Впрочем, ясно, что быть услышанным у Толстого нет никакой возможности – воспитанный Победоносцевым император свято верит в самодержавие.
«Самодержавие есть форма правления отжившая, – пишет Толстой, – могущая соответствовать требованиям народа где-нибудь в центральной Африке, отделенной от всего мира, но не требованиям русского народа, который все более и более просвещается общим всему миру просвещением. И потому поддерживать эту форму правления и связанное с нею православие можно только, как это и делается теперь, посредством всякого насилия: усиленной охраны, административных ссылок, казней, религиозных гонений, запрещения книг, газет, извращения воспитания и вообще всякого рода дурных и жестоких дел».
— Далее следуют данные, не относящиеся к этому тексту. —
/**
 * A log's header names read in the browser, before anything is uploaded: the first line of the file
 * (the first 64 kB at most), split at its delimiter — the most frequent of comma, semicolon and tab,
 * as the server's reader decides it. Quotes around a name are removed.
 */
const DELIMITERS = [',', ';', '\t'] as const
/** How much of the file is read to find the first line: as much as the server allows a header line. */
export const HEADER_READ_BYTES = 65_536

/** The header names of a log's first line. Throws an Error saying why when the line is not a CSV header. */
export function headerNames(text: string): string[] {
  const line = text.replace(/^\uFEFF/, '').split(/\r?\n|\r/, 1)[0] ?? ''
  if (line.trim() === '') throw new Error('The file’s first line is empty; a log starts with its column names')
  let best = ''
  let most = 0
  for (const d of DELIMITERS) {
    const k = line.split(d).length - 1
    if (k > most) {
      most = k
      best = d
    }
  }
  if (!best) throw new Error('The file’s first line has no comma, semicolon or tab between column names; is it a CSV log?')
  return line.split(best).map((h) => h.trim().replace(/^"(.*)"$/, '$1').trim())
}

/** The header names of a file the driver picked, from its first 64 kB only. */
export async function readFileHeader(file: Blob): Promise<string[]> {
  return headerNames(await file.slice(0, HEADER_READ_BYTES).text())
}

/** The header names of a stored log (to map it again), reading only until its first line break. */
export async function readStoredHeader(url: string): Promise<string[]> {
  const res = await fetch(url)
  if (!res.ok || !res.body) throw new Error(`The stored log could not be read (${res.status})`)
  const reader = res.body.getReader()
  const decoder = new TextDecoder()
  let text = ''
  try {
    while (!/[\r\n]/.test(text) && text.length < HEADER_READ_BYTES) {
      const { done, value } = await reader.read()
      if (done) break
      text += decoder.decode(value, { stream: true })
    }
  } finally {
    await reader.cancel().catch(() => {})
  }
  return headerNames(text)
}
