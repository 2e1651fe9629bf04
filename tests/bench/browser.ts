/**
 * The Chromium the browser benchmarks drive: the e2e suite's choice (CHROMIUM_PATH, Debian's
 * package, else the build inside the @sparticuz/chromium npm package, unpacked on first use), so a
 * benchmark runs wherever the e2e tests run. Never a browser download.
 */
import fs from 'node:fs'
import sparticuz from '@sparticuz/chromium'
import { chromium, type Browser } from 'playwright-core'
import { chooseChromium } from '../e2e/browser'

export async function launchChromium(): Promise<Browser> {
  const choice = chooseChromium(process.env, fs.existsSync, () => sparticuz.args)
  if (choice.source === 'npm') await sparticuz.executablePath()
  return chromium.launch({ executablePath: choice.executablePath, args: choice.args })
}
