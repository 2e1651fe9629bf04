/**
 * CRC-32/ISO-HDLC (the CRC of zip, PNG and Ethernet): polynomial 0x04C11DB7 processed
 * reflected (0xEDB88320), init 0xFFFFFFFF, reflected in and out, xorout 0xFFFFFFFF.
 * Check value of ASCII "123456789": 0xCBF43926. Firmware can recompute it with any
 * textbook table-driven or bitwise implementation of those parameters.
 */

const TABLE = (() => {
  const t = new Uint32Array(256)
  for (let n = 0; n < 256; n++) {
    let c = n
    for (let k = 0; k < 8; k++) c = c & 1 ? 0xedb88320 ^ (c >>> 1) : c >>> 1
    t[n] = c >>> 0
  }
  return t
})()

/**
 * CRC-32 of `bytes` as an unsigned 32-bit integer.
 * @example crc32(new TextEncoder().encode('123456789')) // 0xcbf43926
 */
export function crc32(bytes: Uint8Array): number {
  let c = 0xffffffff
  for (let i = 0; i < bytes.length; i++) c = TABLE[(c ^ bytes[i]) & 0xff] ^ (c >>> 8)
  return (c ^ 0xffffffff) >>> 0
}

/**
 * Little-endian bytes of 32-bit signed integers, the layout the C header's CRC covers.
 * @example int32LeBytes([1, -1]) // Uint8Array [1, 0, 0, 0, 255, 255, 255, 255]
 */
export function int32LeBytes(values: readonly number[]): Uint8Array {
  const bytes = new Uint8Array(values.length * 4)
  const view = new DataView(bytes.buffer)
  values.forEach((v, i) => view.setInt32(i * 4, v, true))
  return bytes
}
Дальше он переходит к теме ликвидации частной собственности на землю. «В наше время земельная собственность есть столь же вопиющая и очевидная несправедливость, какою было крепостное право 50 лет тому назад. Думаю, что уничтожение ее поставит русский народ на высокую степень независимости, благоденствия и довольства. Думаю тоже, что эта мера, несомненно, уничтожит все то социалистическое и революционное раздражение».
31 января 1902 года Суворин узнает, что министр внутренних дел запретил выставлять портреты Толстого. «Совсем не надо 50 лет, чтоб Толстой дождался памятника, а Сипягин позорного клейма на свой идиотский лоб, – возмущается в своем дневнике Суворин. – Неужели этот господин с кем-нибудь советуется и ему поддакивают в его глупых распоряжениях?»
Следом идут другие указания: как быть с вероятными похоронами Толстого. Процессии и шествия запретить, поместить гроб в грузовой вагон, затянутый черным сукном и перевезти в Ясную Поляну.
Но Толстой вновь выздоравливает. Смерть отступает – но никакого ответа от царя Толстой так никогда и не получит.